[EXERCISE INPUT]

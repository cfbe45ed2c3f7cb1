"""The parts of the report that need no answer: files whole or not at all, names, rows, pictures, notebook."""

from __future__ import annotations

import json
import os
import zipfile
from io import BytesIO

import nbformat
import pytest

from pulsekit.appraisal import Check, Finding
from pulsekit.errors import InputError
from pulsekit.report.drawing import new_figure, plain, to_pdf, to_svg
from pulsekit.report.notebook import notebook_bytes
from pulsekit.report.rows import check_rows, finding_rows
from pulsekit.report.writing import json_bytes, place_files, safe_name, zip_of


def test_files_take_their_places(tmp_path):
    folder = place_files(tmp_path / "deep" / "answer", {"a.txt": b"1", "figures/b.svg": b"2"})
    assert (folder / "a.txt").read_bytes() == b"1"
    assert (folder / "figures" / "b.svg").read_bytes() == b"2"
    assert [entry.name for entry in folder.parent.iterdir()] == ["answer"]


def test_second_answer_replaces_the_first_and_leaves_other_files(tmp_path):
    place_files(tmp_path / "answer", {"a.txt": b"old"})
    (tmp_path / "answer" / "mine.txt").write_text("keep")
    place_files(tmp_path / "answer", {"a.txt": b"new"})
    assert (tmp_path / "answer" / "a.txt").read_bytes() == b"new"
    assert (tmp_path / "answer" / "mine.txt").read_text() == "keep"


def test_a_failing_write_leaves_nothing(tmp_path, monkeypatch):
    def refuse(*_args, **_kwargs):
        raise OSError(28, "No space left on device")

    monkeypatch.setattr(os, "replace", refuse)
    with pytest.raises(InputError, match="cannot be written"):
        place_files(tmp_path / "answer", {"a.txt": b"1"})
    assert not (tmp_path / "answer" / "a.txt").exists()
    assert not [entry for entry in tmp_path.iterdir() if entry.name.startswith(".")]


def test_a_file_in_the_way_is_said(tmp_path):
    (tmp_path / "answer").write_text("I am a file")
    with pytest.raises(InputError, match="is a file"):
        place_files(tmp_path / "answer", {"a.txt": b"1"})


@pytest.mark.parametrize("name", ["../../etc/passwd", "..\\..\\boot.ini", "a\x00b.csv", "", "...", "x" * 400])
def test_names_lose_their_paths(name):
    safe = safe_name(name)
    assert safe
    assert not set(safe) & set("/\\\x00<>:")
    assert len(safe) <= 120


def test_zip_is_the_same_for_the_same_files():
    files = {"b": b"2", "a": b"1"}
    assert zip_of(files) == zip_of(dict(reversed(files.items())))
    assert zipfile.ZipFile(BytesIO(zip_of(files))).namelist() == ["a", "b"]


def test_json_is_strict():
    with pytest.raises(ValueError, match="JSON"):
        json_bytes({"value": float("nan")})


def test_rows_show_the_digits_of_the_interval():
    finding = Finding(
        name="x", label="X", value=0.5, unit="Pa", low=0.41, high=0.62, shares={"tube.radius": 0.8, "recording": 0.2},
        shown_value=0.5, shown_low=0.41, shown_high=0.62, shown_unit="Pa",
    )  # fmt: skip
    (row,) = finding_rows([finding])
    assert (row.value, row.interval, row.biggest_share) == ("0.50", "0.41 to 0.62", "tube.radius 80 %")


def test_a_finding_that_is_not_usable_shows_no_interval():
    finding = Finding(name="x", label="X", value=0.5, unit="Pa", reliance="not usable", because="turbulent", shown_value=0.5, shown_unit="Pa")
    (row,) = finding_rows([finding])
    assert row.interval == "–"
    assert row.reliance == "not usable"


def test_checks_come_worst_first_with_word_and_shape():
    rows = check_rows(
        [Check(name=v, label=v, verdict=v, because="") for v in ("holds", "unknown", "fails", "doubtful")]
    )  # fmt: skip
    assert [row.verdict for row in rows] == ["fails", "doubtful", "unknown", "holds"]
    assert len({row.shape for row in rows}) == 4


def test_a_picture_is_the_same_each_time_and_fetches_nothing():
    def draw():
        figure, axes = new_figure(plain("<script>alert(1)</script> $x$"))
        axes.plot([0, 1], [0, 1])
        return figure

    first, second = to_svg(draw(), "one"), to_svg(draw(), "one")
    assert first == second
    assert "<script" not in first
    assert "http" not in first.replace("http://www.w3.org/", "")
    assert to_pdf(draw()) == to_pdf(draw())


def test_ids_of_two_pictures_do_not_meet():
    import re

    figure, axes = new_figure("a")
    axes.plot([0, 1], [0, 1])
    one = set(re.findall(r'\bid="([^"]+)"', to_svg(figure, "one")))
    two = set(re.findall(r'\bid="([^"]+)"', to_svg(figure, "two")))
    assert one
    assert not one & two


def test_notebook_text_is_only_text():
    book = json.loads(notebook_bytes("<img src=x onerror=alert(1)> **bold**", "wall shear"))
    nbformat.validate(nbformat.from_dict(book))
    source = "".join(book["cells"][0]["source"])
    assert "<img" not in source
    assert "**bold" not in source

[/EXERCISE INPUT]

GOAL OF THE EXERCISE: Word for word, give the records again.

EXERCISE SOLUTION:
repository cfbe45ed2c3f7cb1
"""The parts of the report that need no answer: files whole or not at all, names, rows, pictures, notebook."""

from __future__ import annotations

import json
import os
import zipfile
from io import BytesIO

import nbformat
import pytest

from pulsekit.appraisal import Check, Finding
from pulsekit.errors import InputError
from pulsekit.report.drawing import new_figure, plain, to_pdf, to_svg
from pulsekit.report.notebook import notebook_bytes
from pulsekit.report.rows import check_rows, finding_rows
from pulsekit.report.writing import json_bytes, place_files, safe_name, zip_of


def test_files_take_their_places(tmp_path):
    folder = place_files(tmp_path / "deep" / "answer", {"a.txt": b"1", "figures/b.svg": b"2"})
    assert (folder / "a.txt").read_bytes() == b"1"
    assert (folder / "figures" / "b.svg").read_bytes() == b"2"
    assert [entry.name for entry in folder.parent.iterdir()] == ["answer"]


def test_second_answer_replaces_the_first_and_leaves_other_files(tmp_path):
    place_files(tmp_path / "answer", {"a.txt": b"old"})
    (tmp_path / "answer" / "mine.txt").write_text("keep")
    place_files(tmp_path / "answer", {"a.txt": b"new"})
    assert (tmp_path / "answer" / "a.txt").read_bytes() == b"new"
    assert (tmp_path / "answer" / "mine.txt").read_text() == "keep"


def test_a_failing_write_leaves_nothing(tmp_path, monkeypatch):
    def refuse(*_args, **_kwargs):
        raise OSError(28, "No space left on device")

    monkeypatch.setattr(os, "replace", refuse)
    with pytest.raises(InputError, match="cannot be written"):
        place_files(tmp_path / "answer", {"a.txt": b"1"})
    assert not (tmp_path / "answer" / "a.txt").exists()
    assert not [entry for entry in tmp_path.iterdir() if entry.name.startswith(".")]


def test_a_file_in_the_way_is_said(tmp_path):
    (tmp_path / "answer").write_text("I am a file")
    with pytest.raises(InputError, match="is a file"):
        place_files(tmp_path / "answer", {"a.txt": b"1"})


@pytest.mark.parametrize("name", ["../../etc/passwd", "..\\..\\boot.ini", "a\x00b.csv", "", "...", "x" * 400])
def test_names_lose_their_paths(name):
    safe = safe_name(name)
    assert safe
    assert not set(safe) & set("/\\\x00<>:")
    assert len(safe) <= 120


def test_zip_is_the_same_for_the_same_files():
    files = {"b": b"2", "a": b"1"}
    assert zip_of(files) == zip_of(dict(reversed(files.items())))
    assert zipfile.ZipFile(BytesIO(zip_of(files))).namelist() == ["a", "b"]


def test_json_is_strict():
    with pytest.raises(ValueError, match="JSON"):
        json_bytes({"value": float("nan")})


def test_rows_show_the_digits_of_the_interval():
    finding = Finding(
        name="x", label="X", value=0.5, unit="Pa", low=0.41, high=0.62, shares={"tube.radius": 0.8, "recording": 0.2},
        shown_value=0.5, shown_low=0.41, shown_high=0.62, shown_unit="Pa",
    )  # fmt: skip
    (row,) = finding_rows([finding])
    assert (row.value, row.interval, row.biggest_share) == ("0.50", "0.41 to 0.62", "tube.radius 80 %")


def test_a_finding_that_is_not_usable_shows_no_interval():
    finding = Finding(name="x", label="X", value=0.5, unit="Pa", reliance="not usable", because="turbulent", shown_value=0.5, shown_unit="Pa")
    (row,) = finding_rows([finding])
    assert row.interval == "–"
    assert row.reliance == "not usable"


def test_checks_come_worst_first_with_word_and_shape():
    rows = check_rows(
        [Check(name=v, label=v, verdict=v, because="") for v in ("holds", "unknown", "fails", "doubtful")]
    )  # fmt: skip
    assert [row.verdict for row in rows] == ["fails", "doubtful", "unknown", "holds"]
    assert len({row.shape for row in rows}) == 4


def test_a_picture_is_the_same_each_time_and_fetches_nothing():
    def draw():
        figure, axes = new_figure(plain("<script>alert(1)</script> $x$"))
        axes.plot([0, 1], [0, 1])
        return figure

    first, second = to_svg(draw(), "one"), to_svg(draw(), "one")
    assert first == second
    assert "<script" not in first
    assert "http" not in first.replace("http://www.w3.org/", "")
    assert to_pdf(draw()) == to_pdf(draw())


def test_ids_of_two_pictures_do_not_meet():
    import re

    figure, axes = new_figure("a")
    axes.plot([0, 1], [0, 1])
    one = set(re.findall(r'\bid="([^"]+)"', to_svg(figure, "one")))
    two = set(re.findall(r'\bid="([^"]+)"', to_svg(figure, "two")))
    assert one
    assert not one & two


def test_notebook_text_is_only_text():
    book = json.loads(notebook_bytes("<img src=x onerror=alert(1)> **bold**", "wall shear"))
    nbformat.validate(nbformat.from_dict(book))
    source = "".join(book["cells"][0]["source"])
    assert "<img" not in source
    assert "**bold" not in source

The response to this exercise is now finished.